◆ **Collected data**:

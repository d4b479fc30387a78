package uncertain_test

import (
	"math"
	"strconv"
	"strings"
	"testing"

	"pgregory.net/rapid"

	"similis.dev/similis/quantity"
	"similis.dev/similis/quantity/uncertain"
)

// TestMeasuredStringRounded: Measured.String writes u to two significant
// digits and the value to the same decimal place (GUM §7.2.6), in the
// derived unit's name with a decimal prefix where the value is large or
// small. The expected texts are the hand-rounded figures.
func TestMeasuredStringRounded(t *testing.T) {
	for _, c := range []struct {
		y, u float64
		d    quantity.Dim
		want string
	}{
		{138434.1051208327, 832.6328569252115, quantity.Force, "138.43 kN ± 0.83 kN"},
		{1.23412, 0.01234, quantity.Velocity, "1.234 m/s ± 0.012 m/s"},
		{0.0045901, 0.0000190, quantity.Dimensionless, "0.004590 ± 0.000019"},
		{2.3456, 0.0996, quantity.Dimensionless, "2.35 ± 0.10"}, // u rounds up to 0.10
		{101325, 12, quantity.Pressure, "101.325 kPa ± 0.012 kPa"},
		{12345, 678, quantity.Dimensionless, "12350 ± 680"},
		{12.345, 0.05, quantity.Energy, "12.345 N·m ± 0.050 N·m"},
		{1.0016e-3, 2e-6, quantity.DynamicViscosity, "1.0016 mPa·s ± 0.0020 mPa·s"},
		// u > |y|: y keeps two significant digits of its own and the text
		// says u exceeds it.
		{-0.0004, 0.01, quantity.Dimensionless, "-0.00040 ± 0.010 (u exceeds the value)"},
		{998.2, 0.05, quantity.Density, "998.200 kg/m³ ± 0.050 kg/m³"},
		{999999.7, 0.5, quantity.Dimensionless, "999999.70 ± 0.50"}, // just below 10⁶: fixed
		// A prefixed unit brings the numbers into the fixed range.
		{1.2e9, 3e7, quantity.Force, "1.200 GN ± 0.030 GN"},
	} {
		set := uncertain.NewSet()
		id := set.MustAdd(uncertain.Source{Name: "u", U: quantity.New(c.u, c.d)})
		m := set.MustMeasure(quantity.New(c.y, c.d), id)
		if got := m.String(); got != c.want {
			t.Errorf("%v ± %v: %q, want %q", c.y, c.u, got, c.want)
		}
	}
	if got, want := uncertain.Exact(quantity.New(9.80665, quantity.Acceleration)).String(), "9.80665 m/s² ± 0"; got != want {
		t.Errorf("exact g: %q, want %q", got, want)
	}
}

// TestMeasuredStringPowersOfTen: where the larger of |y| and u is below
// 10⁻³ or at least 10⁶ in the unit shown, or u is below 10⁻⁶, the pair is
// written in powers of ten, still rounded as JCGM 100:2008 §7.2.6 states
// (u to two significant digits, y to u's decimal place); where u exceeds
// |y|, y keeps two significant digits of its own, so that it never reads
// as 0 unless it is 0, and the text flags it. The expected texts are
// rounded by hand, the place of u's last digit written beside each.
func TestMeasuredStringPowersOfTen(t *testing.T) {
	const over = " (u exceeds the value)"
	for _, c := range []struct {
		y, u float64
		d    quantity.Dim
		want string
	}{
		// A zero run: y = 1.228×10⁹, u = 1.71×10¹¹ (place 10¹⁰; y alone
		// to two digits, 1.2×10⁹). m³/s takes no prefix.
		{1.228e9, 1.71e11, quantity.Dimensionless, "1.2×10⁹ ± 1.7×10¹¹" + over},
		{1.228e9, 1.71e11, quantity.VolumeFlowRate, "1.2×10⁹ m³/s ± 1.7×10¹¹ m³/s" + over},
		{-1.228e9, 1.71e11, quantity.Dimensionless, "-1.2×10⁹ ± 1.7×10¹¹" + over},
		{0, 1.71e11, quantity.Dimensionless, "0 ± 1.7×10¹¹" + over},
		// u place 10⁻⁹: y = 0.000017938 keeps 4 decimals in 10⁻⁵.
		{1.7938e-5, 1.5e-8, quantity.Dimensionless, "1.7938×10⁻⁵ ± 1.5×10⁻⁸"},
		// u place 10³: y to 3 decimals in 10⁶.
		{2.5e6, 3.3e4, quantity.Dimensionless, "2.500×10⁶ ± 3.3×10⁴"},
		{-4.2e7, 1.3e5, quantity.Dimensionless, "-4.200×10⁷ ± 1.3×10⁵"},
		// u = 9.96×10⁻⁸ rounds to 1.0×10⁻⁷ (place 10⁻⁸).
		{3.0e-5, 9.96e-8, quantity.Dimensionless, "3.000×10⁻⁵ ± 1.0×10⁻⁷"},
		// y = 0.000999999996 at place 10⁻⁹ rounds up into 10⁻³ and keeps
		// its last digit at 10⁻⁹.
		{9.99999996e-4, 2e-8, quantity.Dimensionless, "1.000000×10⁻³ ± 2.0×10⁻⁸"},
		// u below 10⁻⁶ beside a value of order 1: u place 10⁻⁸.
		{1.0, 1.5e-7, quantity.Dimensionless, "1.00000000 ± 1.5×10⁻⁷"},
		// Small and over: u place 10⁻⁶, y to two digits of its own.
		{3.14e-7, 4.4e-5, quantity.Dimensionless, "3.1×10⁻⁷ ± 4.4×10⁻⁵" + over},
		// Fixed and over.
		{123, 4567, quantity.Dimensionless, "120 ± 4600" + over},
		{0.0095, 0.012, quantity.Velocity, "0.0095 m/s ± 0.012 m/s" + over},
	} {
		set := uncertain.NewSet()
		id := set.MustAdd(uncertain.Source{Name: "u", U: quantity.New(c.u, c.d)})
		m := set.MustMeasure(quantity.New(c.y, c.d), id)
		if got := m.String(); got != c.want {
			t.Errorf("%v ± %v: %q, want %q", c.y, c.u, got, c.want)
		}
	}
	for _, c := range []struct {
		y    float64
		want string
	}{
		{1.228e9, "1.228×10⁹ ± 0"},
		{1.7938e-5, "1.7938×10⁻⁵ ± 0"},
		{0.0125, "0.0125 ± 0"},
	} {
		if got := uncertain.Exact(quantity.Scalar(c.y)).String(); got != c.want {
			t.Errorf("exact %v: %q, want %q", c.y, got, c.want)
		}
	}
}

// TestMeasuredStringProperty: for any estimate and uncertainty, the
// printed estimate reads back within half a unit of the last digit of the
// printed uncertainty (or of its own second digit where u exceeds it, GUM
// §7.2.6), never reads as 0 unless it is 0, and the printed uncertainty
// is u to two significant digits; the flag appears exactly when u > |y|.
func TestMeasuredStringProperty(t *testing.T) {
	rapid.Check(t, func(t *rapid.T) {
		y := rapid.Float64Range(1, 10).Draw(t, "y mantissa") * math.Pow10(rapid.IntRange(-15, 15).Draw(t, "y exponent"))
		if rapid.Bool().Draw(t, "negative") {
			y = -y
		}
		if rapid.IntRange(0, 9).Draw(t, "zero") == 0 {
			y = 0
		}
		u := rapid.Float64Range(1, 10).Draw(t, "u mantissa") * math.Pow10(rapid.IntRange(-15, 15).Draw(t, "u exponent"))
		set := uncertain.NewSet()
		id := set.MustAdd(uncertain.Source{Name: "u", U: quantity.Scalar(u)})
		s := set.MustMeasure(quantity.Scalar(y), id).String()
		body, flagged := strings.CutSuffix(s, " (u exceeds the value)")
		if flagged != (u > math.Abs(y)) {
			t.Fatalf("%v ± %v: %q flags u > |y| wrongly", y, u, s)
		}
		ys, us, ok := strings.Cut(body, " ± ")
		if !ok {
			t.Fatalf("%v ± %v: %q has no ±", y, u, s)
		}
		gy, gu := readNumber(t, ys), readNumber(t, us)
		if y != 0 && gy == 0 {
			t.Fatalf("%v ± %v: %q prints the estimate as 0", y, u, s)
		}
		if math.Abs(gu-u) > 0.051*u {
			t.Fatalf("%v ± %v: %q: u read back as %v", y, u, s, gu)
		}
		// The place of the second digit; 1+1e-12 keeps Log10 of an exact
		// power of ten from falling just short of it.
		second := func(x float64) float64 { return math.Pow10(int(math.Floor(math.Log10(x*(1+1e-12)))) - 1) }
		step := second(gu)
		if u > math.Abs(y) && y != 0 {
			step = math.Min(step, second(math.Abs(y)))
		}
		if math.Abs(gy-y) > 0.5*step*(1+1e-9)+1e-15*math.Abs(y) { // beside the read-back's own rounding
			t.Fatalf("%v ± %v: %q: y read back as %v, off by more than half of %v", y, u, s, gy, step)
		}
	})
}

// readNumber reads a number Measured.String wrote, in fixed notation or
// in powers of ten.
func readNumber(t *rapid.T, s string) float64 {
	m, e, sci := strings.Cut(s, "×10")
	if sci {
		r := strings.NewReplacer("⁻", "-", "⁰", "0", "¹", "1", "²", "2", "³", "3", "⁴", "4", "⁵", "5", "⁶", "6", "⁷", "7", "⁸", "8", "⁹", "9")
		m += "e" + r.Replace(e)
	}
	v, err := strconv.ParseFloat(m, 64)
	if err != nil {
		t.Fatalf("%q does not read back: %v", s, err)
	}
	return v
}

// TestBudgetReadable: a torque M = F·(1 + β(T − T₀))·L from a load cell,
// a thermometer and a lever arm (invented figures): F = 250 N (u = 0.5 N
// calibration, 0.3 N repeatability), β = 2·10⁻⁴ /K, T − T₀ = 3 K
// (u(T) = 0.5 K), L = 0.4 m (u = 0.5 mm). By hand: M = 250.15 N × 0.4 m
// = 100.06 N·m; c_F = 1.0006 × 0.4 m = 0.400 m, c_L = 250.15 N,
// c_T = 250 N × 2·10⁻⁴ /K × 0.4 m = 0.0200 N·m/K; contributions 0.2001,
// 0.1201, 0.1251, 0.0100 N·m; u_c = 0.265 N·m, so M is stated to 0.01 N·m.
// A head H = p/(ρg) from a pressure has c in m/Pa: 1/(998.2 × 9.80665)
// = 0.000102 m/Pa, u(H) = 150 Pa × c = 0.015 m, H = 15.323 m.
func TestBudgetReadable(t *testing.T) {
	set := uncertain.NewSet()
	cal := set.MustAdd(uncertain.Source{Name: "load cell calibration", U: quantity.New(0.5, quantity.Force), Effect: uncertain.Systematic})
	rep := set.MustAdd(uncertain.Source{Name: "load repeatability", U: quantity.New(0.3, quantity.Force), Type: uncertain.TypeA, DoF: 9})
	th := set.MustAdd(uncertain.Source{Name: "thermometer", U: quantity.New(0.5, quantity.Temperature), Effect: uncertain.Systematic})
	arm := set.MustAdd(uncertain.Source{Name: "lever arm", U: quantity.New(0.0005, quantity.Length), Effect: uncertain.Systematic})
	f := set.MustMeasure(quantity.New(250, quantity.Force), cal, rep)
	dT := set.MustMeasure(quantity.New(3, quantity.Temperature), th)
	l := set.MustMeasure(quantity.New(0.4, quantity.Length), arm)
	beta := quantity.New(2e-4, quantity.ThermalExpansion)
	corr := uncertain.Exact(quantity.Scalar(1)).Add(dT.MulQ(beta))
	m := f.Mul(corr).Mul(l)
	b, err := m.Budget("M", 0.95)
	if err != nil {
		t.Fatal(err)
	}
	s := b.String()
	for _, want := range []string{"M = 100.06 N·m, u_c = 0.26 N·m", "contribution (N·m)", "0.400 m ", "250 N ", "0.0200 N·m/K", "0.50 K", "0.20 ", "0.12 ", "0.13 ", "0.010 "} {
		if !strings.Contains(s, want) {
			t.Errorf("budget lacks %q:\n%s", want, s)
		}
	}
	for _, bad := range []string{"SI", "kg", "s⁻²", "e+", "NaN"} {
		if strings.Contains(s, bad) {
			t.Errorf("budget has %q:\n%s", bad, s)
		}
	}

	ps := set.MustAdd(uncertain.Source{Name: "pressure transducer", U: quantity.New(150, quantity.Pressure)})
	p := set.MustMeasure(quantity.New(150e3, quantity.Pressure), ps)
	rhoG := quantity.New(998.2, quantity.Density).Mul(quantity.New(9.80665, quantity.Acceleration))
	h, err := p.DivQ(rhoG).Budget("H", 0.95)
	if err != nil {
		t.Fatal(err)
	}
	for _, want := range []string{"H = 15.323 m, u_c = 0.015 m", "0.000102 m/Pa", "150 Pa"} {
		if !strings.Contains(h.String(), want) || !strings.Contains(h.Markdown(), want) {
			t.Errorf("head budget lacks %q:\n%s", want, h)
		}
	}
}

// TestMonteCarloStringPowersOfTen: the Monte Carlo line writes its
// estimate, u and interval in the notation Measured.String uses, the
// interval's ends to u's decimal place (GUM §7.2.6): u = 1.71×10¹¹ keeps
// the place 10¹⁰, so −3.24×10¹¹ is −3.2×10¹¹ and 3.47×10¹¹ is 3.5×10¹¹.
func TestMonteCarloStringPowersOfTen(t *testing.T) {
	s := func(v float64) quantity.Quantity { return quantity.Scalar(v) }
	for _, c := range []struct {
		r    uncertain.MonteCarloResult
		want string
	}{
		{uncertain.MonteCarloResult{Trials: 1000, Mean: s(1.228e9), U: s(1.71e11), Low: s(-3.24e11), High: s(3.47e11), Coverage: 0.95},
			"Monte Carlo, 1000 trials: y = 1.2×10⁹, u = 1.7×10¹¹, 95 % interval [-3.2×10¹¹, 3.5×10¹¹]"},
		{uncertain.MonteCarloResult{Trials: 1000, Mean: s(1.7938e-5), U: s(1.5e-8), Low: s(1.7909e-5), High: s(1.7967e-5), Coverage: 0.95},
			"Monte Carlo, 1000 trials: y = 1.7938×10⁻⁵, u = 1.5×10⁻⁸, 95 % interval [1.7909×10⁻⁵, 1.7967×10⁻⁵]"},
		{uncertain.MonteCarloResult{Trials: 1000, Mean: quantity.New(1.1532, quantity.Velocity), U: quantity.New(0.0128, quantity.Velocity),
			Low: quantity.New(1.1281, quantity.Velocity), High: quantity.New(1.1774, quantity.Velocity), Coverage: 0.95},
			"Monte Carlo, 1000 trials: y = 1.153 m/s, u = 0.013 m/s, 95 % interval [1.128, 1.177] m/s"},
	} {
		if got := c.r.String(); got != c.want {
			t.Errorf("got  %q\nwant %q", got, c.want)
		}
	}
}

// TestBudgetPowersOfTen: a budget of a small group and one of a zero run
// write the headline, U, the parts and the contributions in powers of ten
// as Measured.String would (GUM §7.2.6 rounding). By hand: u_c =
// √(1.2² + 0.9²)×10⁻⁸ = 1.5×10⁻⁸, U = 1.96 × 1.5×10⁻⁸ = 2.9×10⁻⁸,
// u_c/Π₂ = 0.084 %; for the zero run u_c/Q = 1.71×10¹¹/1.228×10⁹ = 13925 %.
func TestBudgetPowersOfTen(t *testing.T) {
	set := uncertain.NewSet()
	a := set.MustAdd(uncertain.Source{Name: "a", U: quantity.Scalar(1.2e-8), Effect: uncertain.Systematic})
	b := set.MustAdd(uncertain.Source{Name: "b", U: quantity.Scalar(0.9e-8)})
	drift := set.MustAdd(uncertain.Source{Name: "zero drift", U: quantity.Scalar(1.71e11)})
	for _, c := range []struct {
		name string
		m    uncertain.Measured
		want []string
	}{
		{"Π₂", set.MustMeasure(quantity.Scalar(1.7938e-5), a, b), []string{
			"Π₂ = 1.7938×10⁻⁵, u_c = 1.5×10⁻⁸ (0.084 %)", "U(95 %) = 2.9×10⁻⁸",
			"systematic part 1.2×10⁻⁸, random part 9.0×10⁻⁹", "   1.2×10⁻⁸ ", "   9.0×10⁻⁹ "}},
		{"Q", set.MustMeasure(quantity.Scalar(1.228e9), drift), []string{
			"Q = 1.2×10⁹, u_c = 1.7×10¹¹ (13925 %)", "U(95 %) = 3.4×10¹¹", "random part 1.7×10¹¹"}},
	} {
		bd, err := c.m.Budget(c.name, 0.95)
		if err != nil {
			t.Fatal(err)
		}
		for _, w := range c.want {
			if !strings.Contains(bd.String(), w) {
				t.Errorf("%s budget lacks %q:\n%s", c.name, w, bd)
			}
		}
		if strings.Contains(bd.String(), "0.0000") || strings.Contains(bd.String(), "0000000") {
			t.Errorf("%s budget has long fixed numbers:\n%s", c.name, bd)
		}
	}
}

◆ **BRIEF**: Taking the lines above, repeat exactly those from the line that contains "u = 1.71×10¹¹ keeps" through the line that contains "of a zero run", and both of those lines as well. Include nothing else.

◆ **PROBLEM SOLUTION**:
// interval's ends to u's decimal place (GUM §7.2.6): u = 1.71×10¹¹ keeps
// the place 10¹⁰, so −3.24×10¹¹ is −3.2×10¹¹ and 3.47×10¹¹ is 3.5×10¹¹.
func TestMonteCarloStringPowersOfTen(t *testing.T) {
	s := func(v float64) quantity.Quantity { return quantity.Scalar(v) }
	for _, c := range []struct {
		r    uncertain.MonteCarloResult
		want string
	}{
		{uncertain.MonteCarloResult{Trials: 1000, Mean: s(1.228e9), U: s(1.71e11), Low: s(-3.24e11), High: s(3.47e11), Coverage: 0.95},
			"Monte Carlo, 1000 trials: y = 1.2×10⁹, u = 1.7×10¹¹, 95 % interval [-3.2×10¹¹, 3.5×10¹¹]"},
		{uncertain.MonteCarloResult{Trials: 1000, Mean: s(1.7938e-5), U: s(1.5e-8), Low: s(1.7909e-5), High: s(1.7967e-5), Coverage: 0.95},
			"Monte Carlo, 1000 trials: y = 1.7938×10⁻⁵, u = 1.5×10⁻⁸, 95 % interval [1.7909×10⁻⁵, 1.7967×10⁻⁵]"},
		{uncertain.MonteCarloResult{Trials: 1000, Mean: quantity.New(1.1532, quantity.Velocity), U: quantity.New(0.0128, quantity.Velocity),
			Low: quantity.New(1.1281, quantity.Velocity), High: quantity.New(1.1774, quantity.Velocity), Coverage: 0.95},
			"Monte Carlo, 1000 trials: y = 1.153 m/s, u = 0.013 m/s, 95 % interval [1.128, 1.177] m/s"},
	} {
		if got := c.r.String(); got != c.want {
			t.Errorf("got  %q\nwant %q", got, c.want)
		}
	}
}

// TestBudgetPowersOfTen: a budget of a small group and one of a zero run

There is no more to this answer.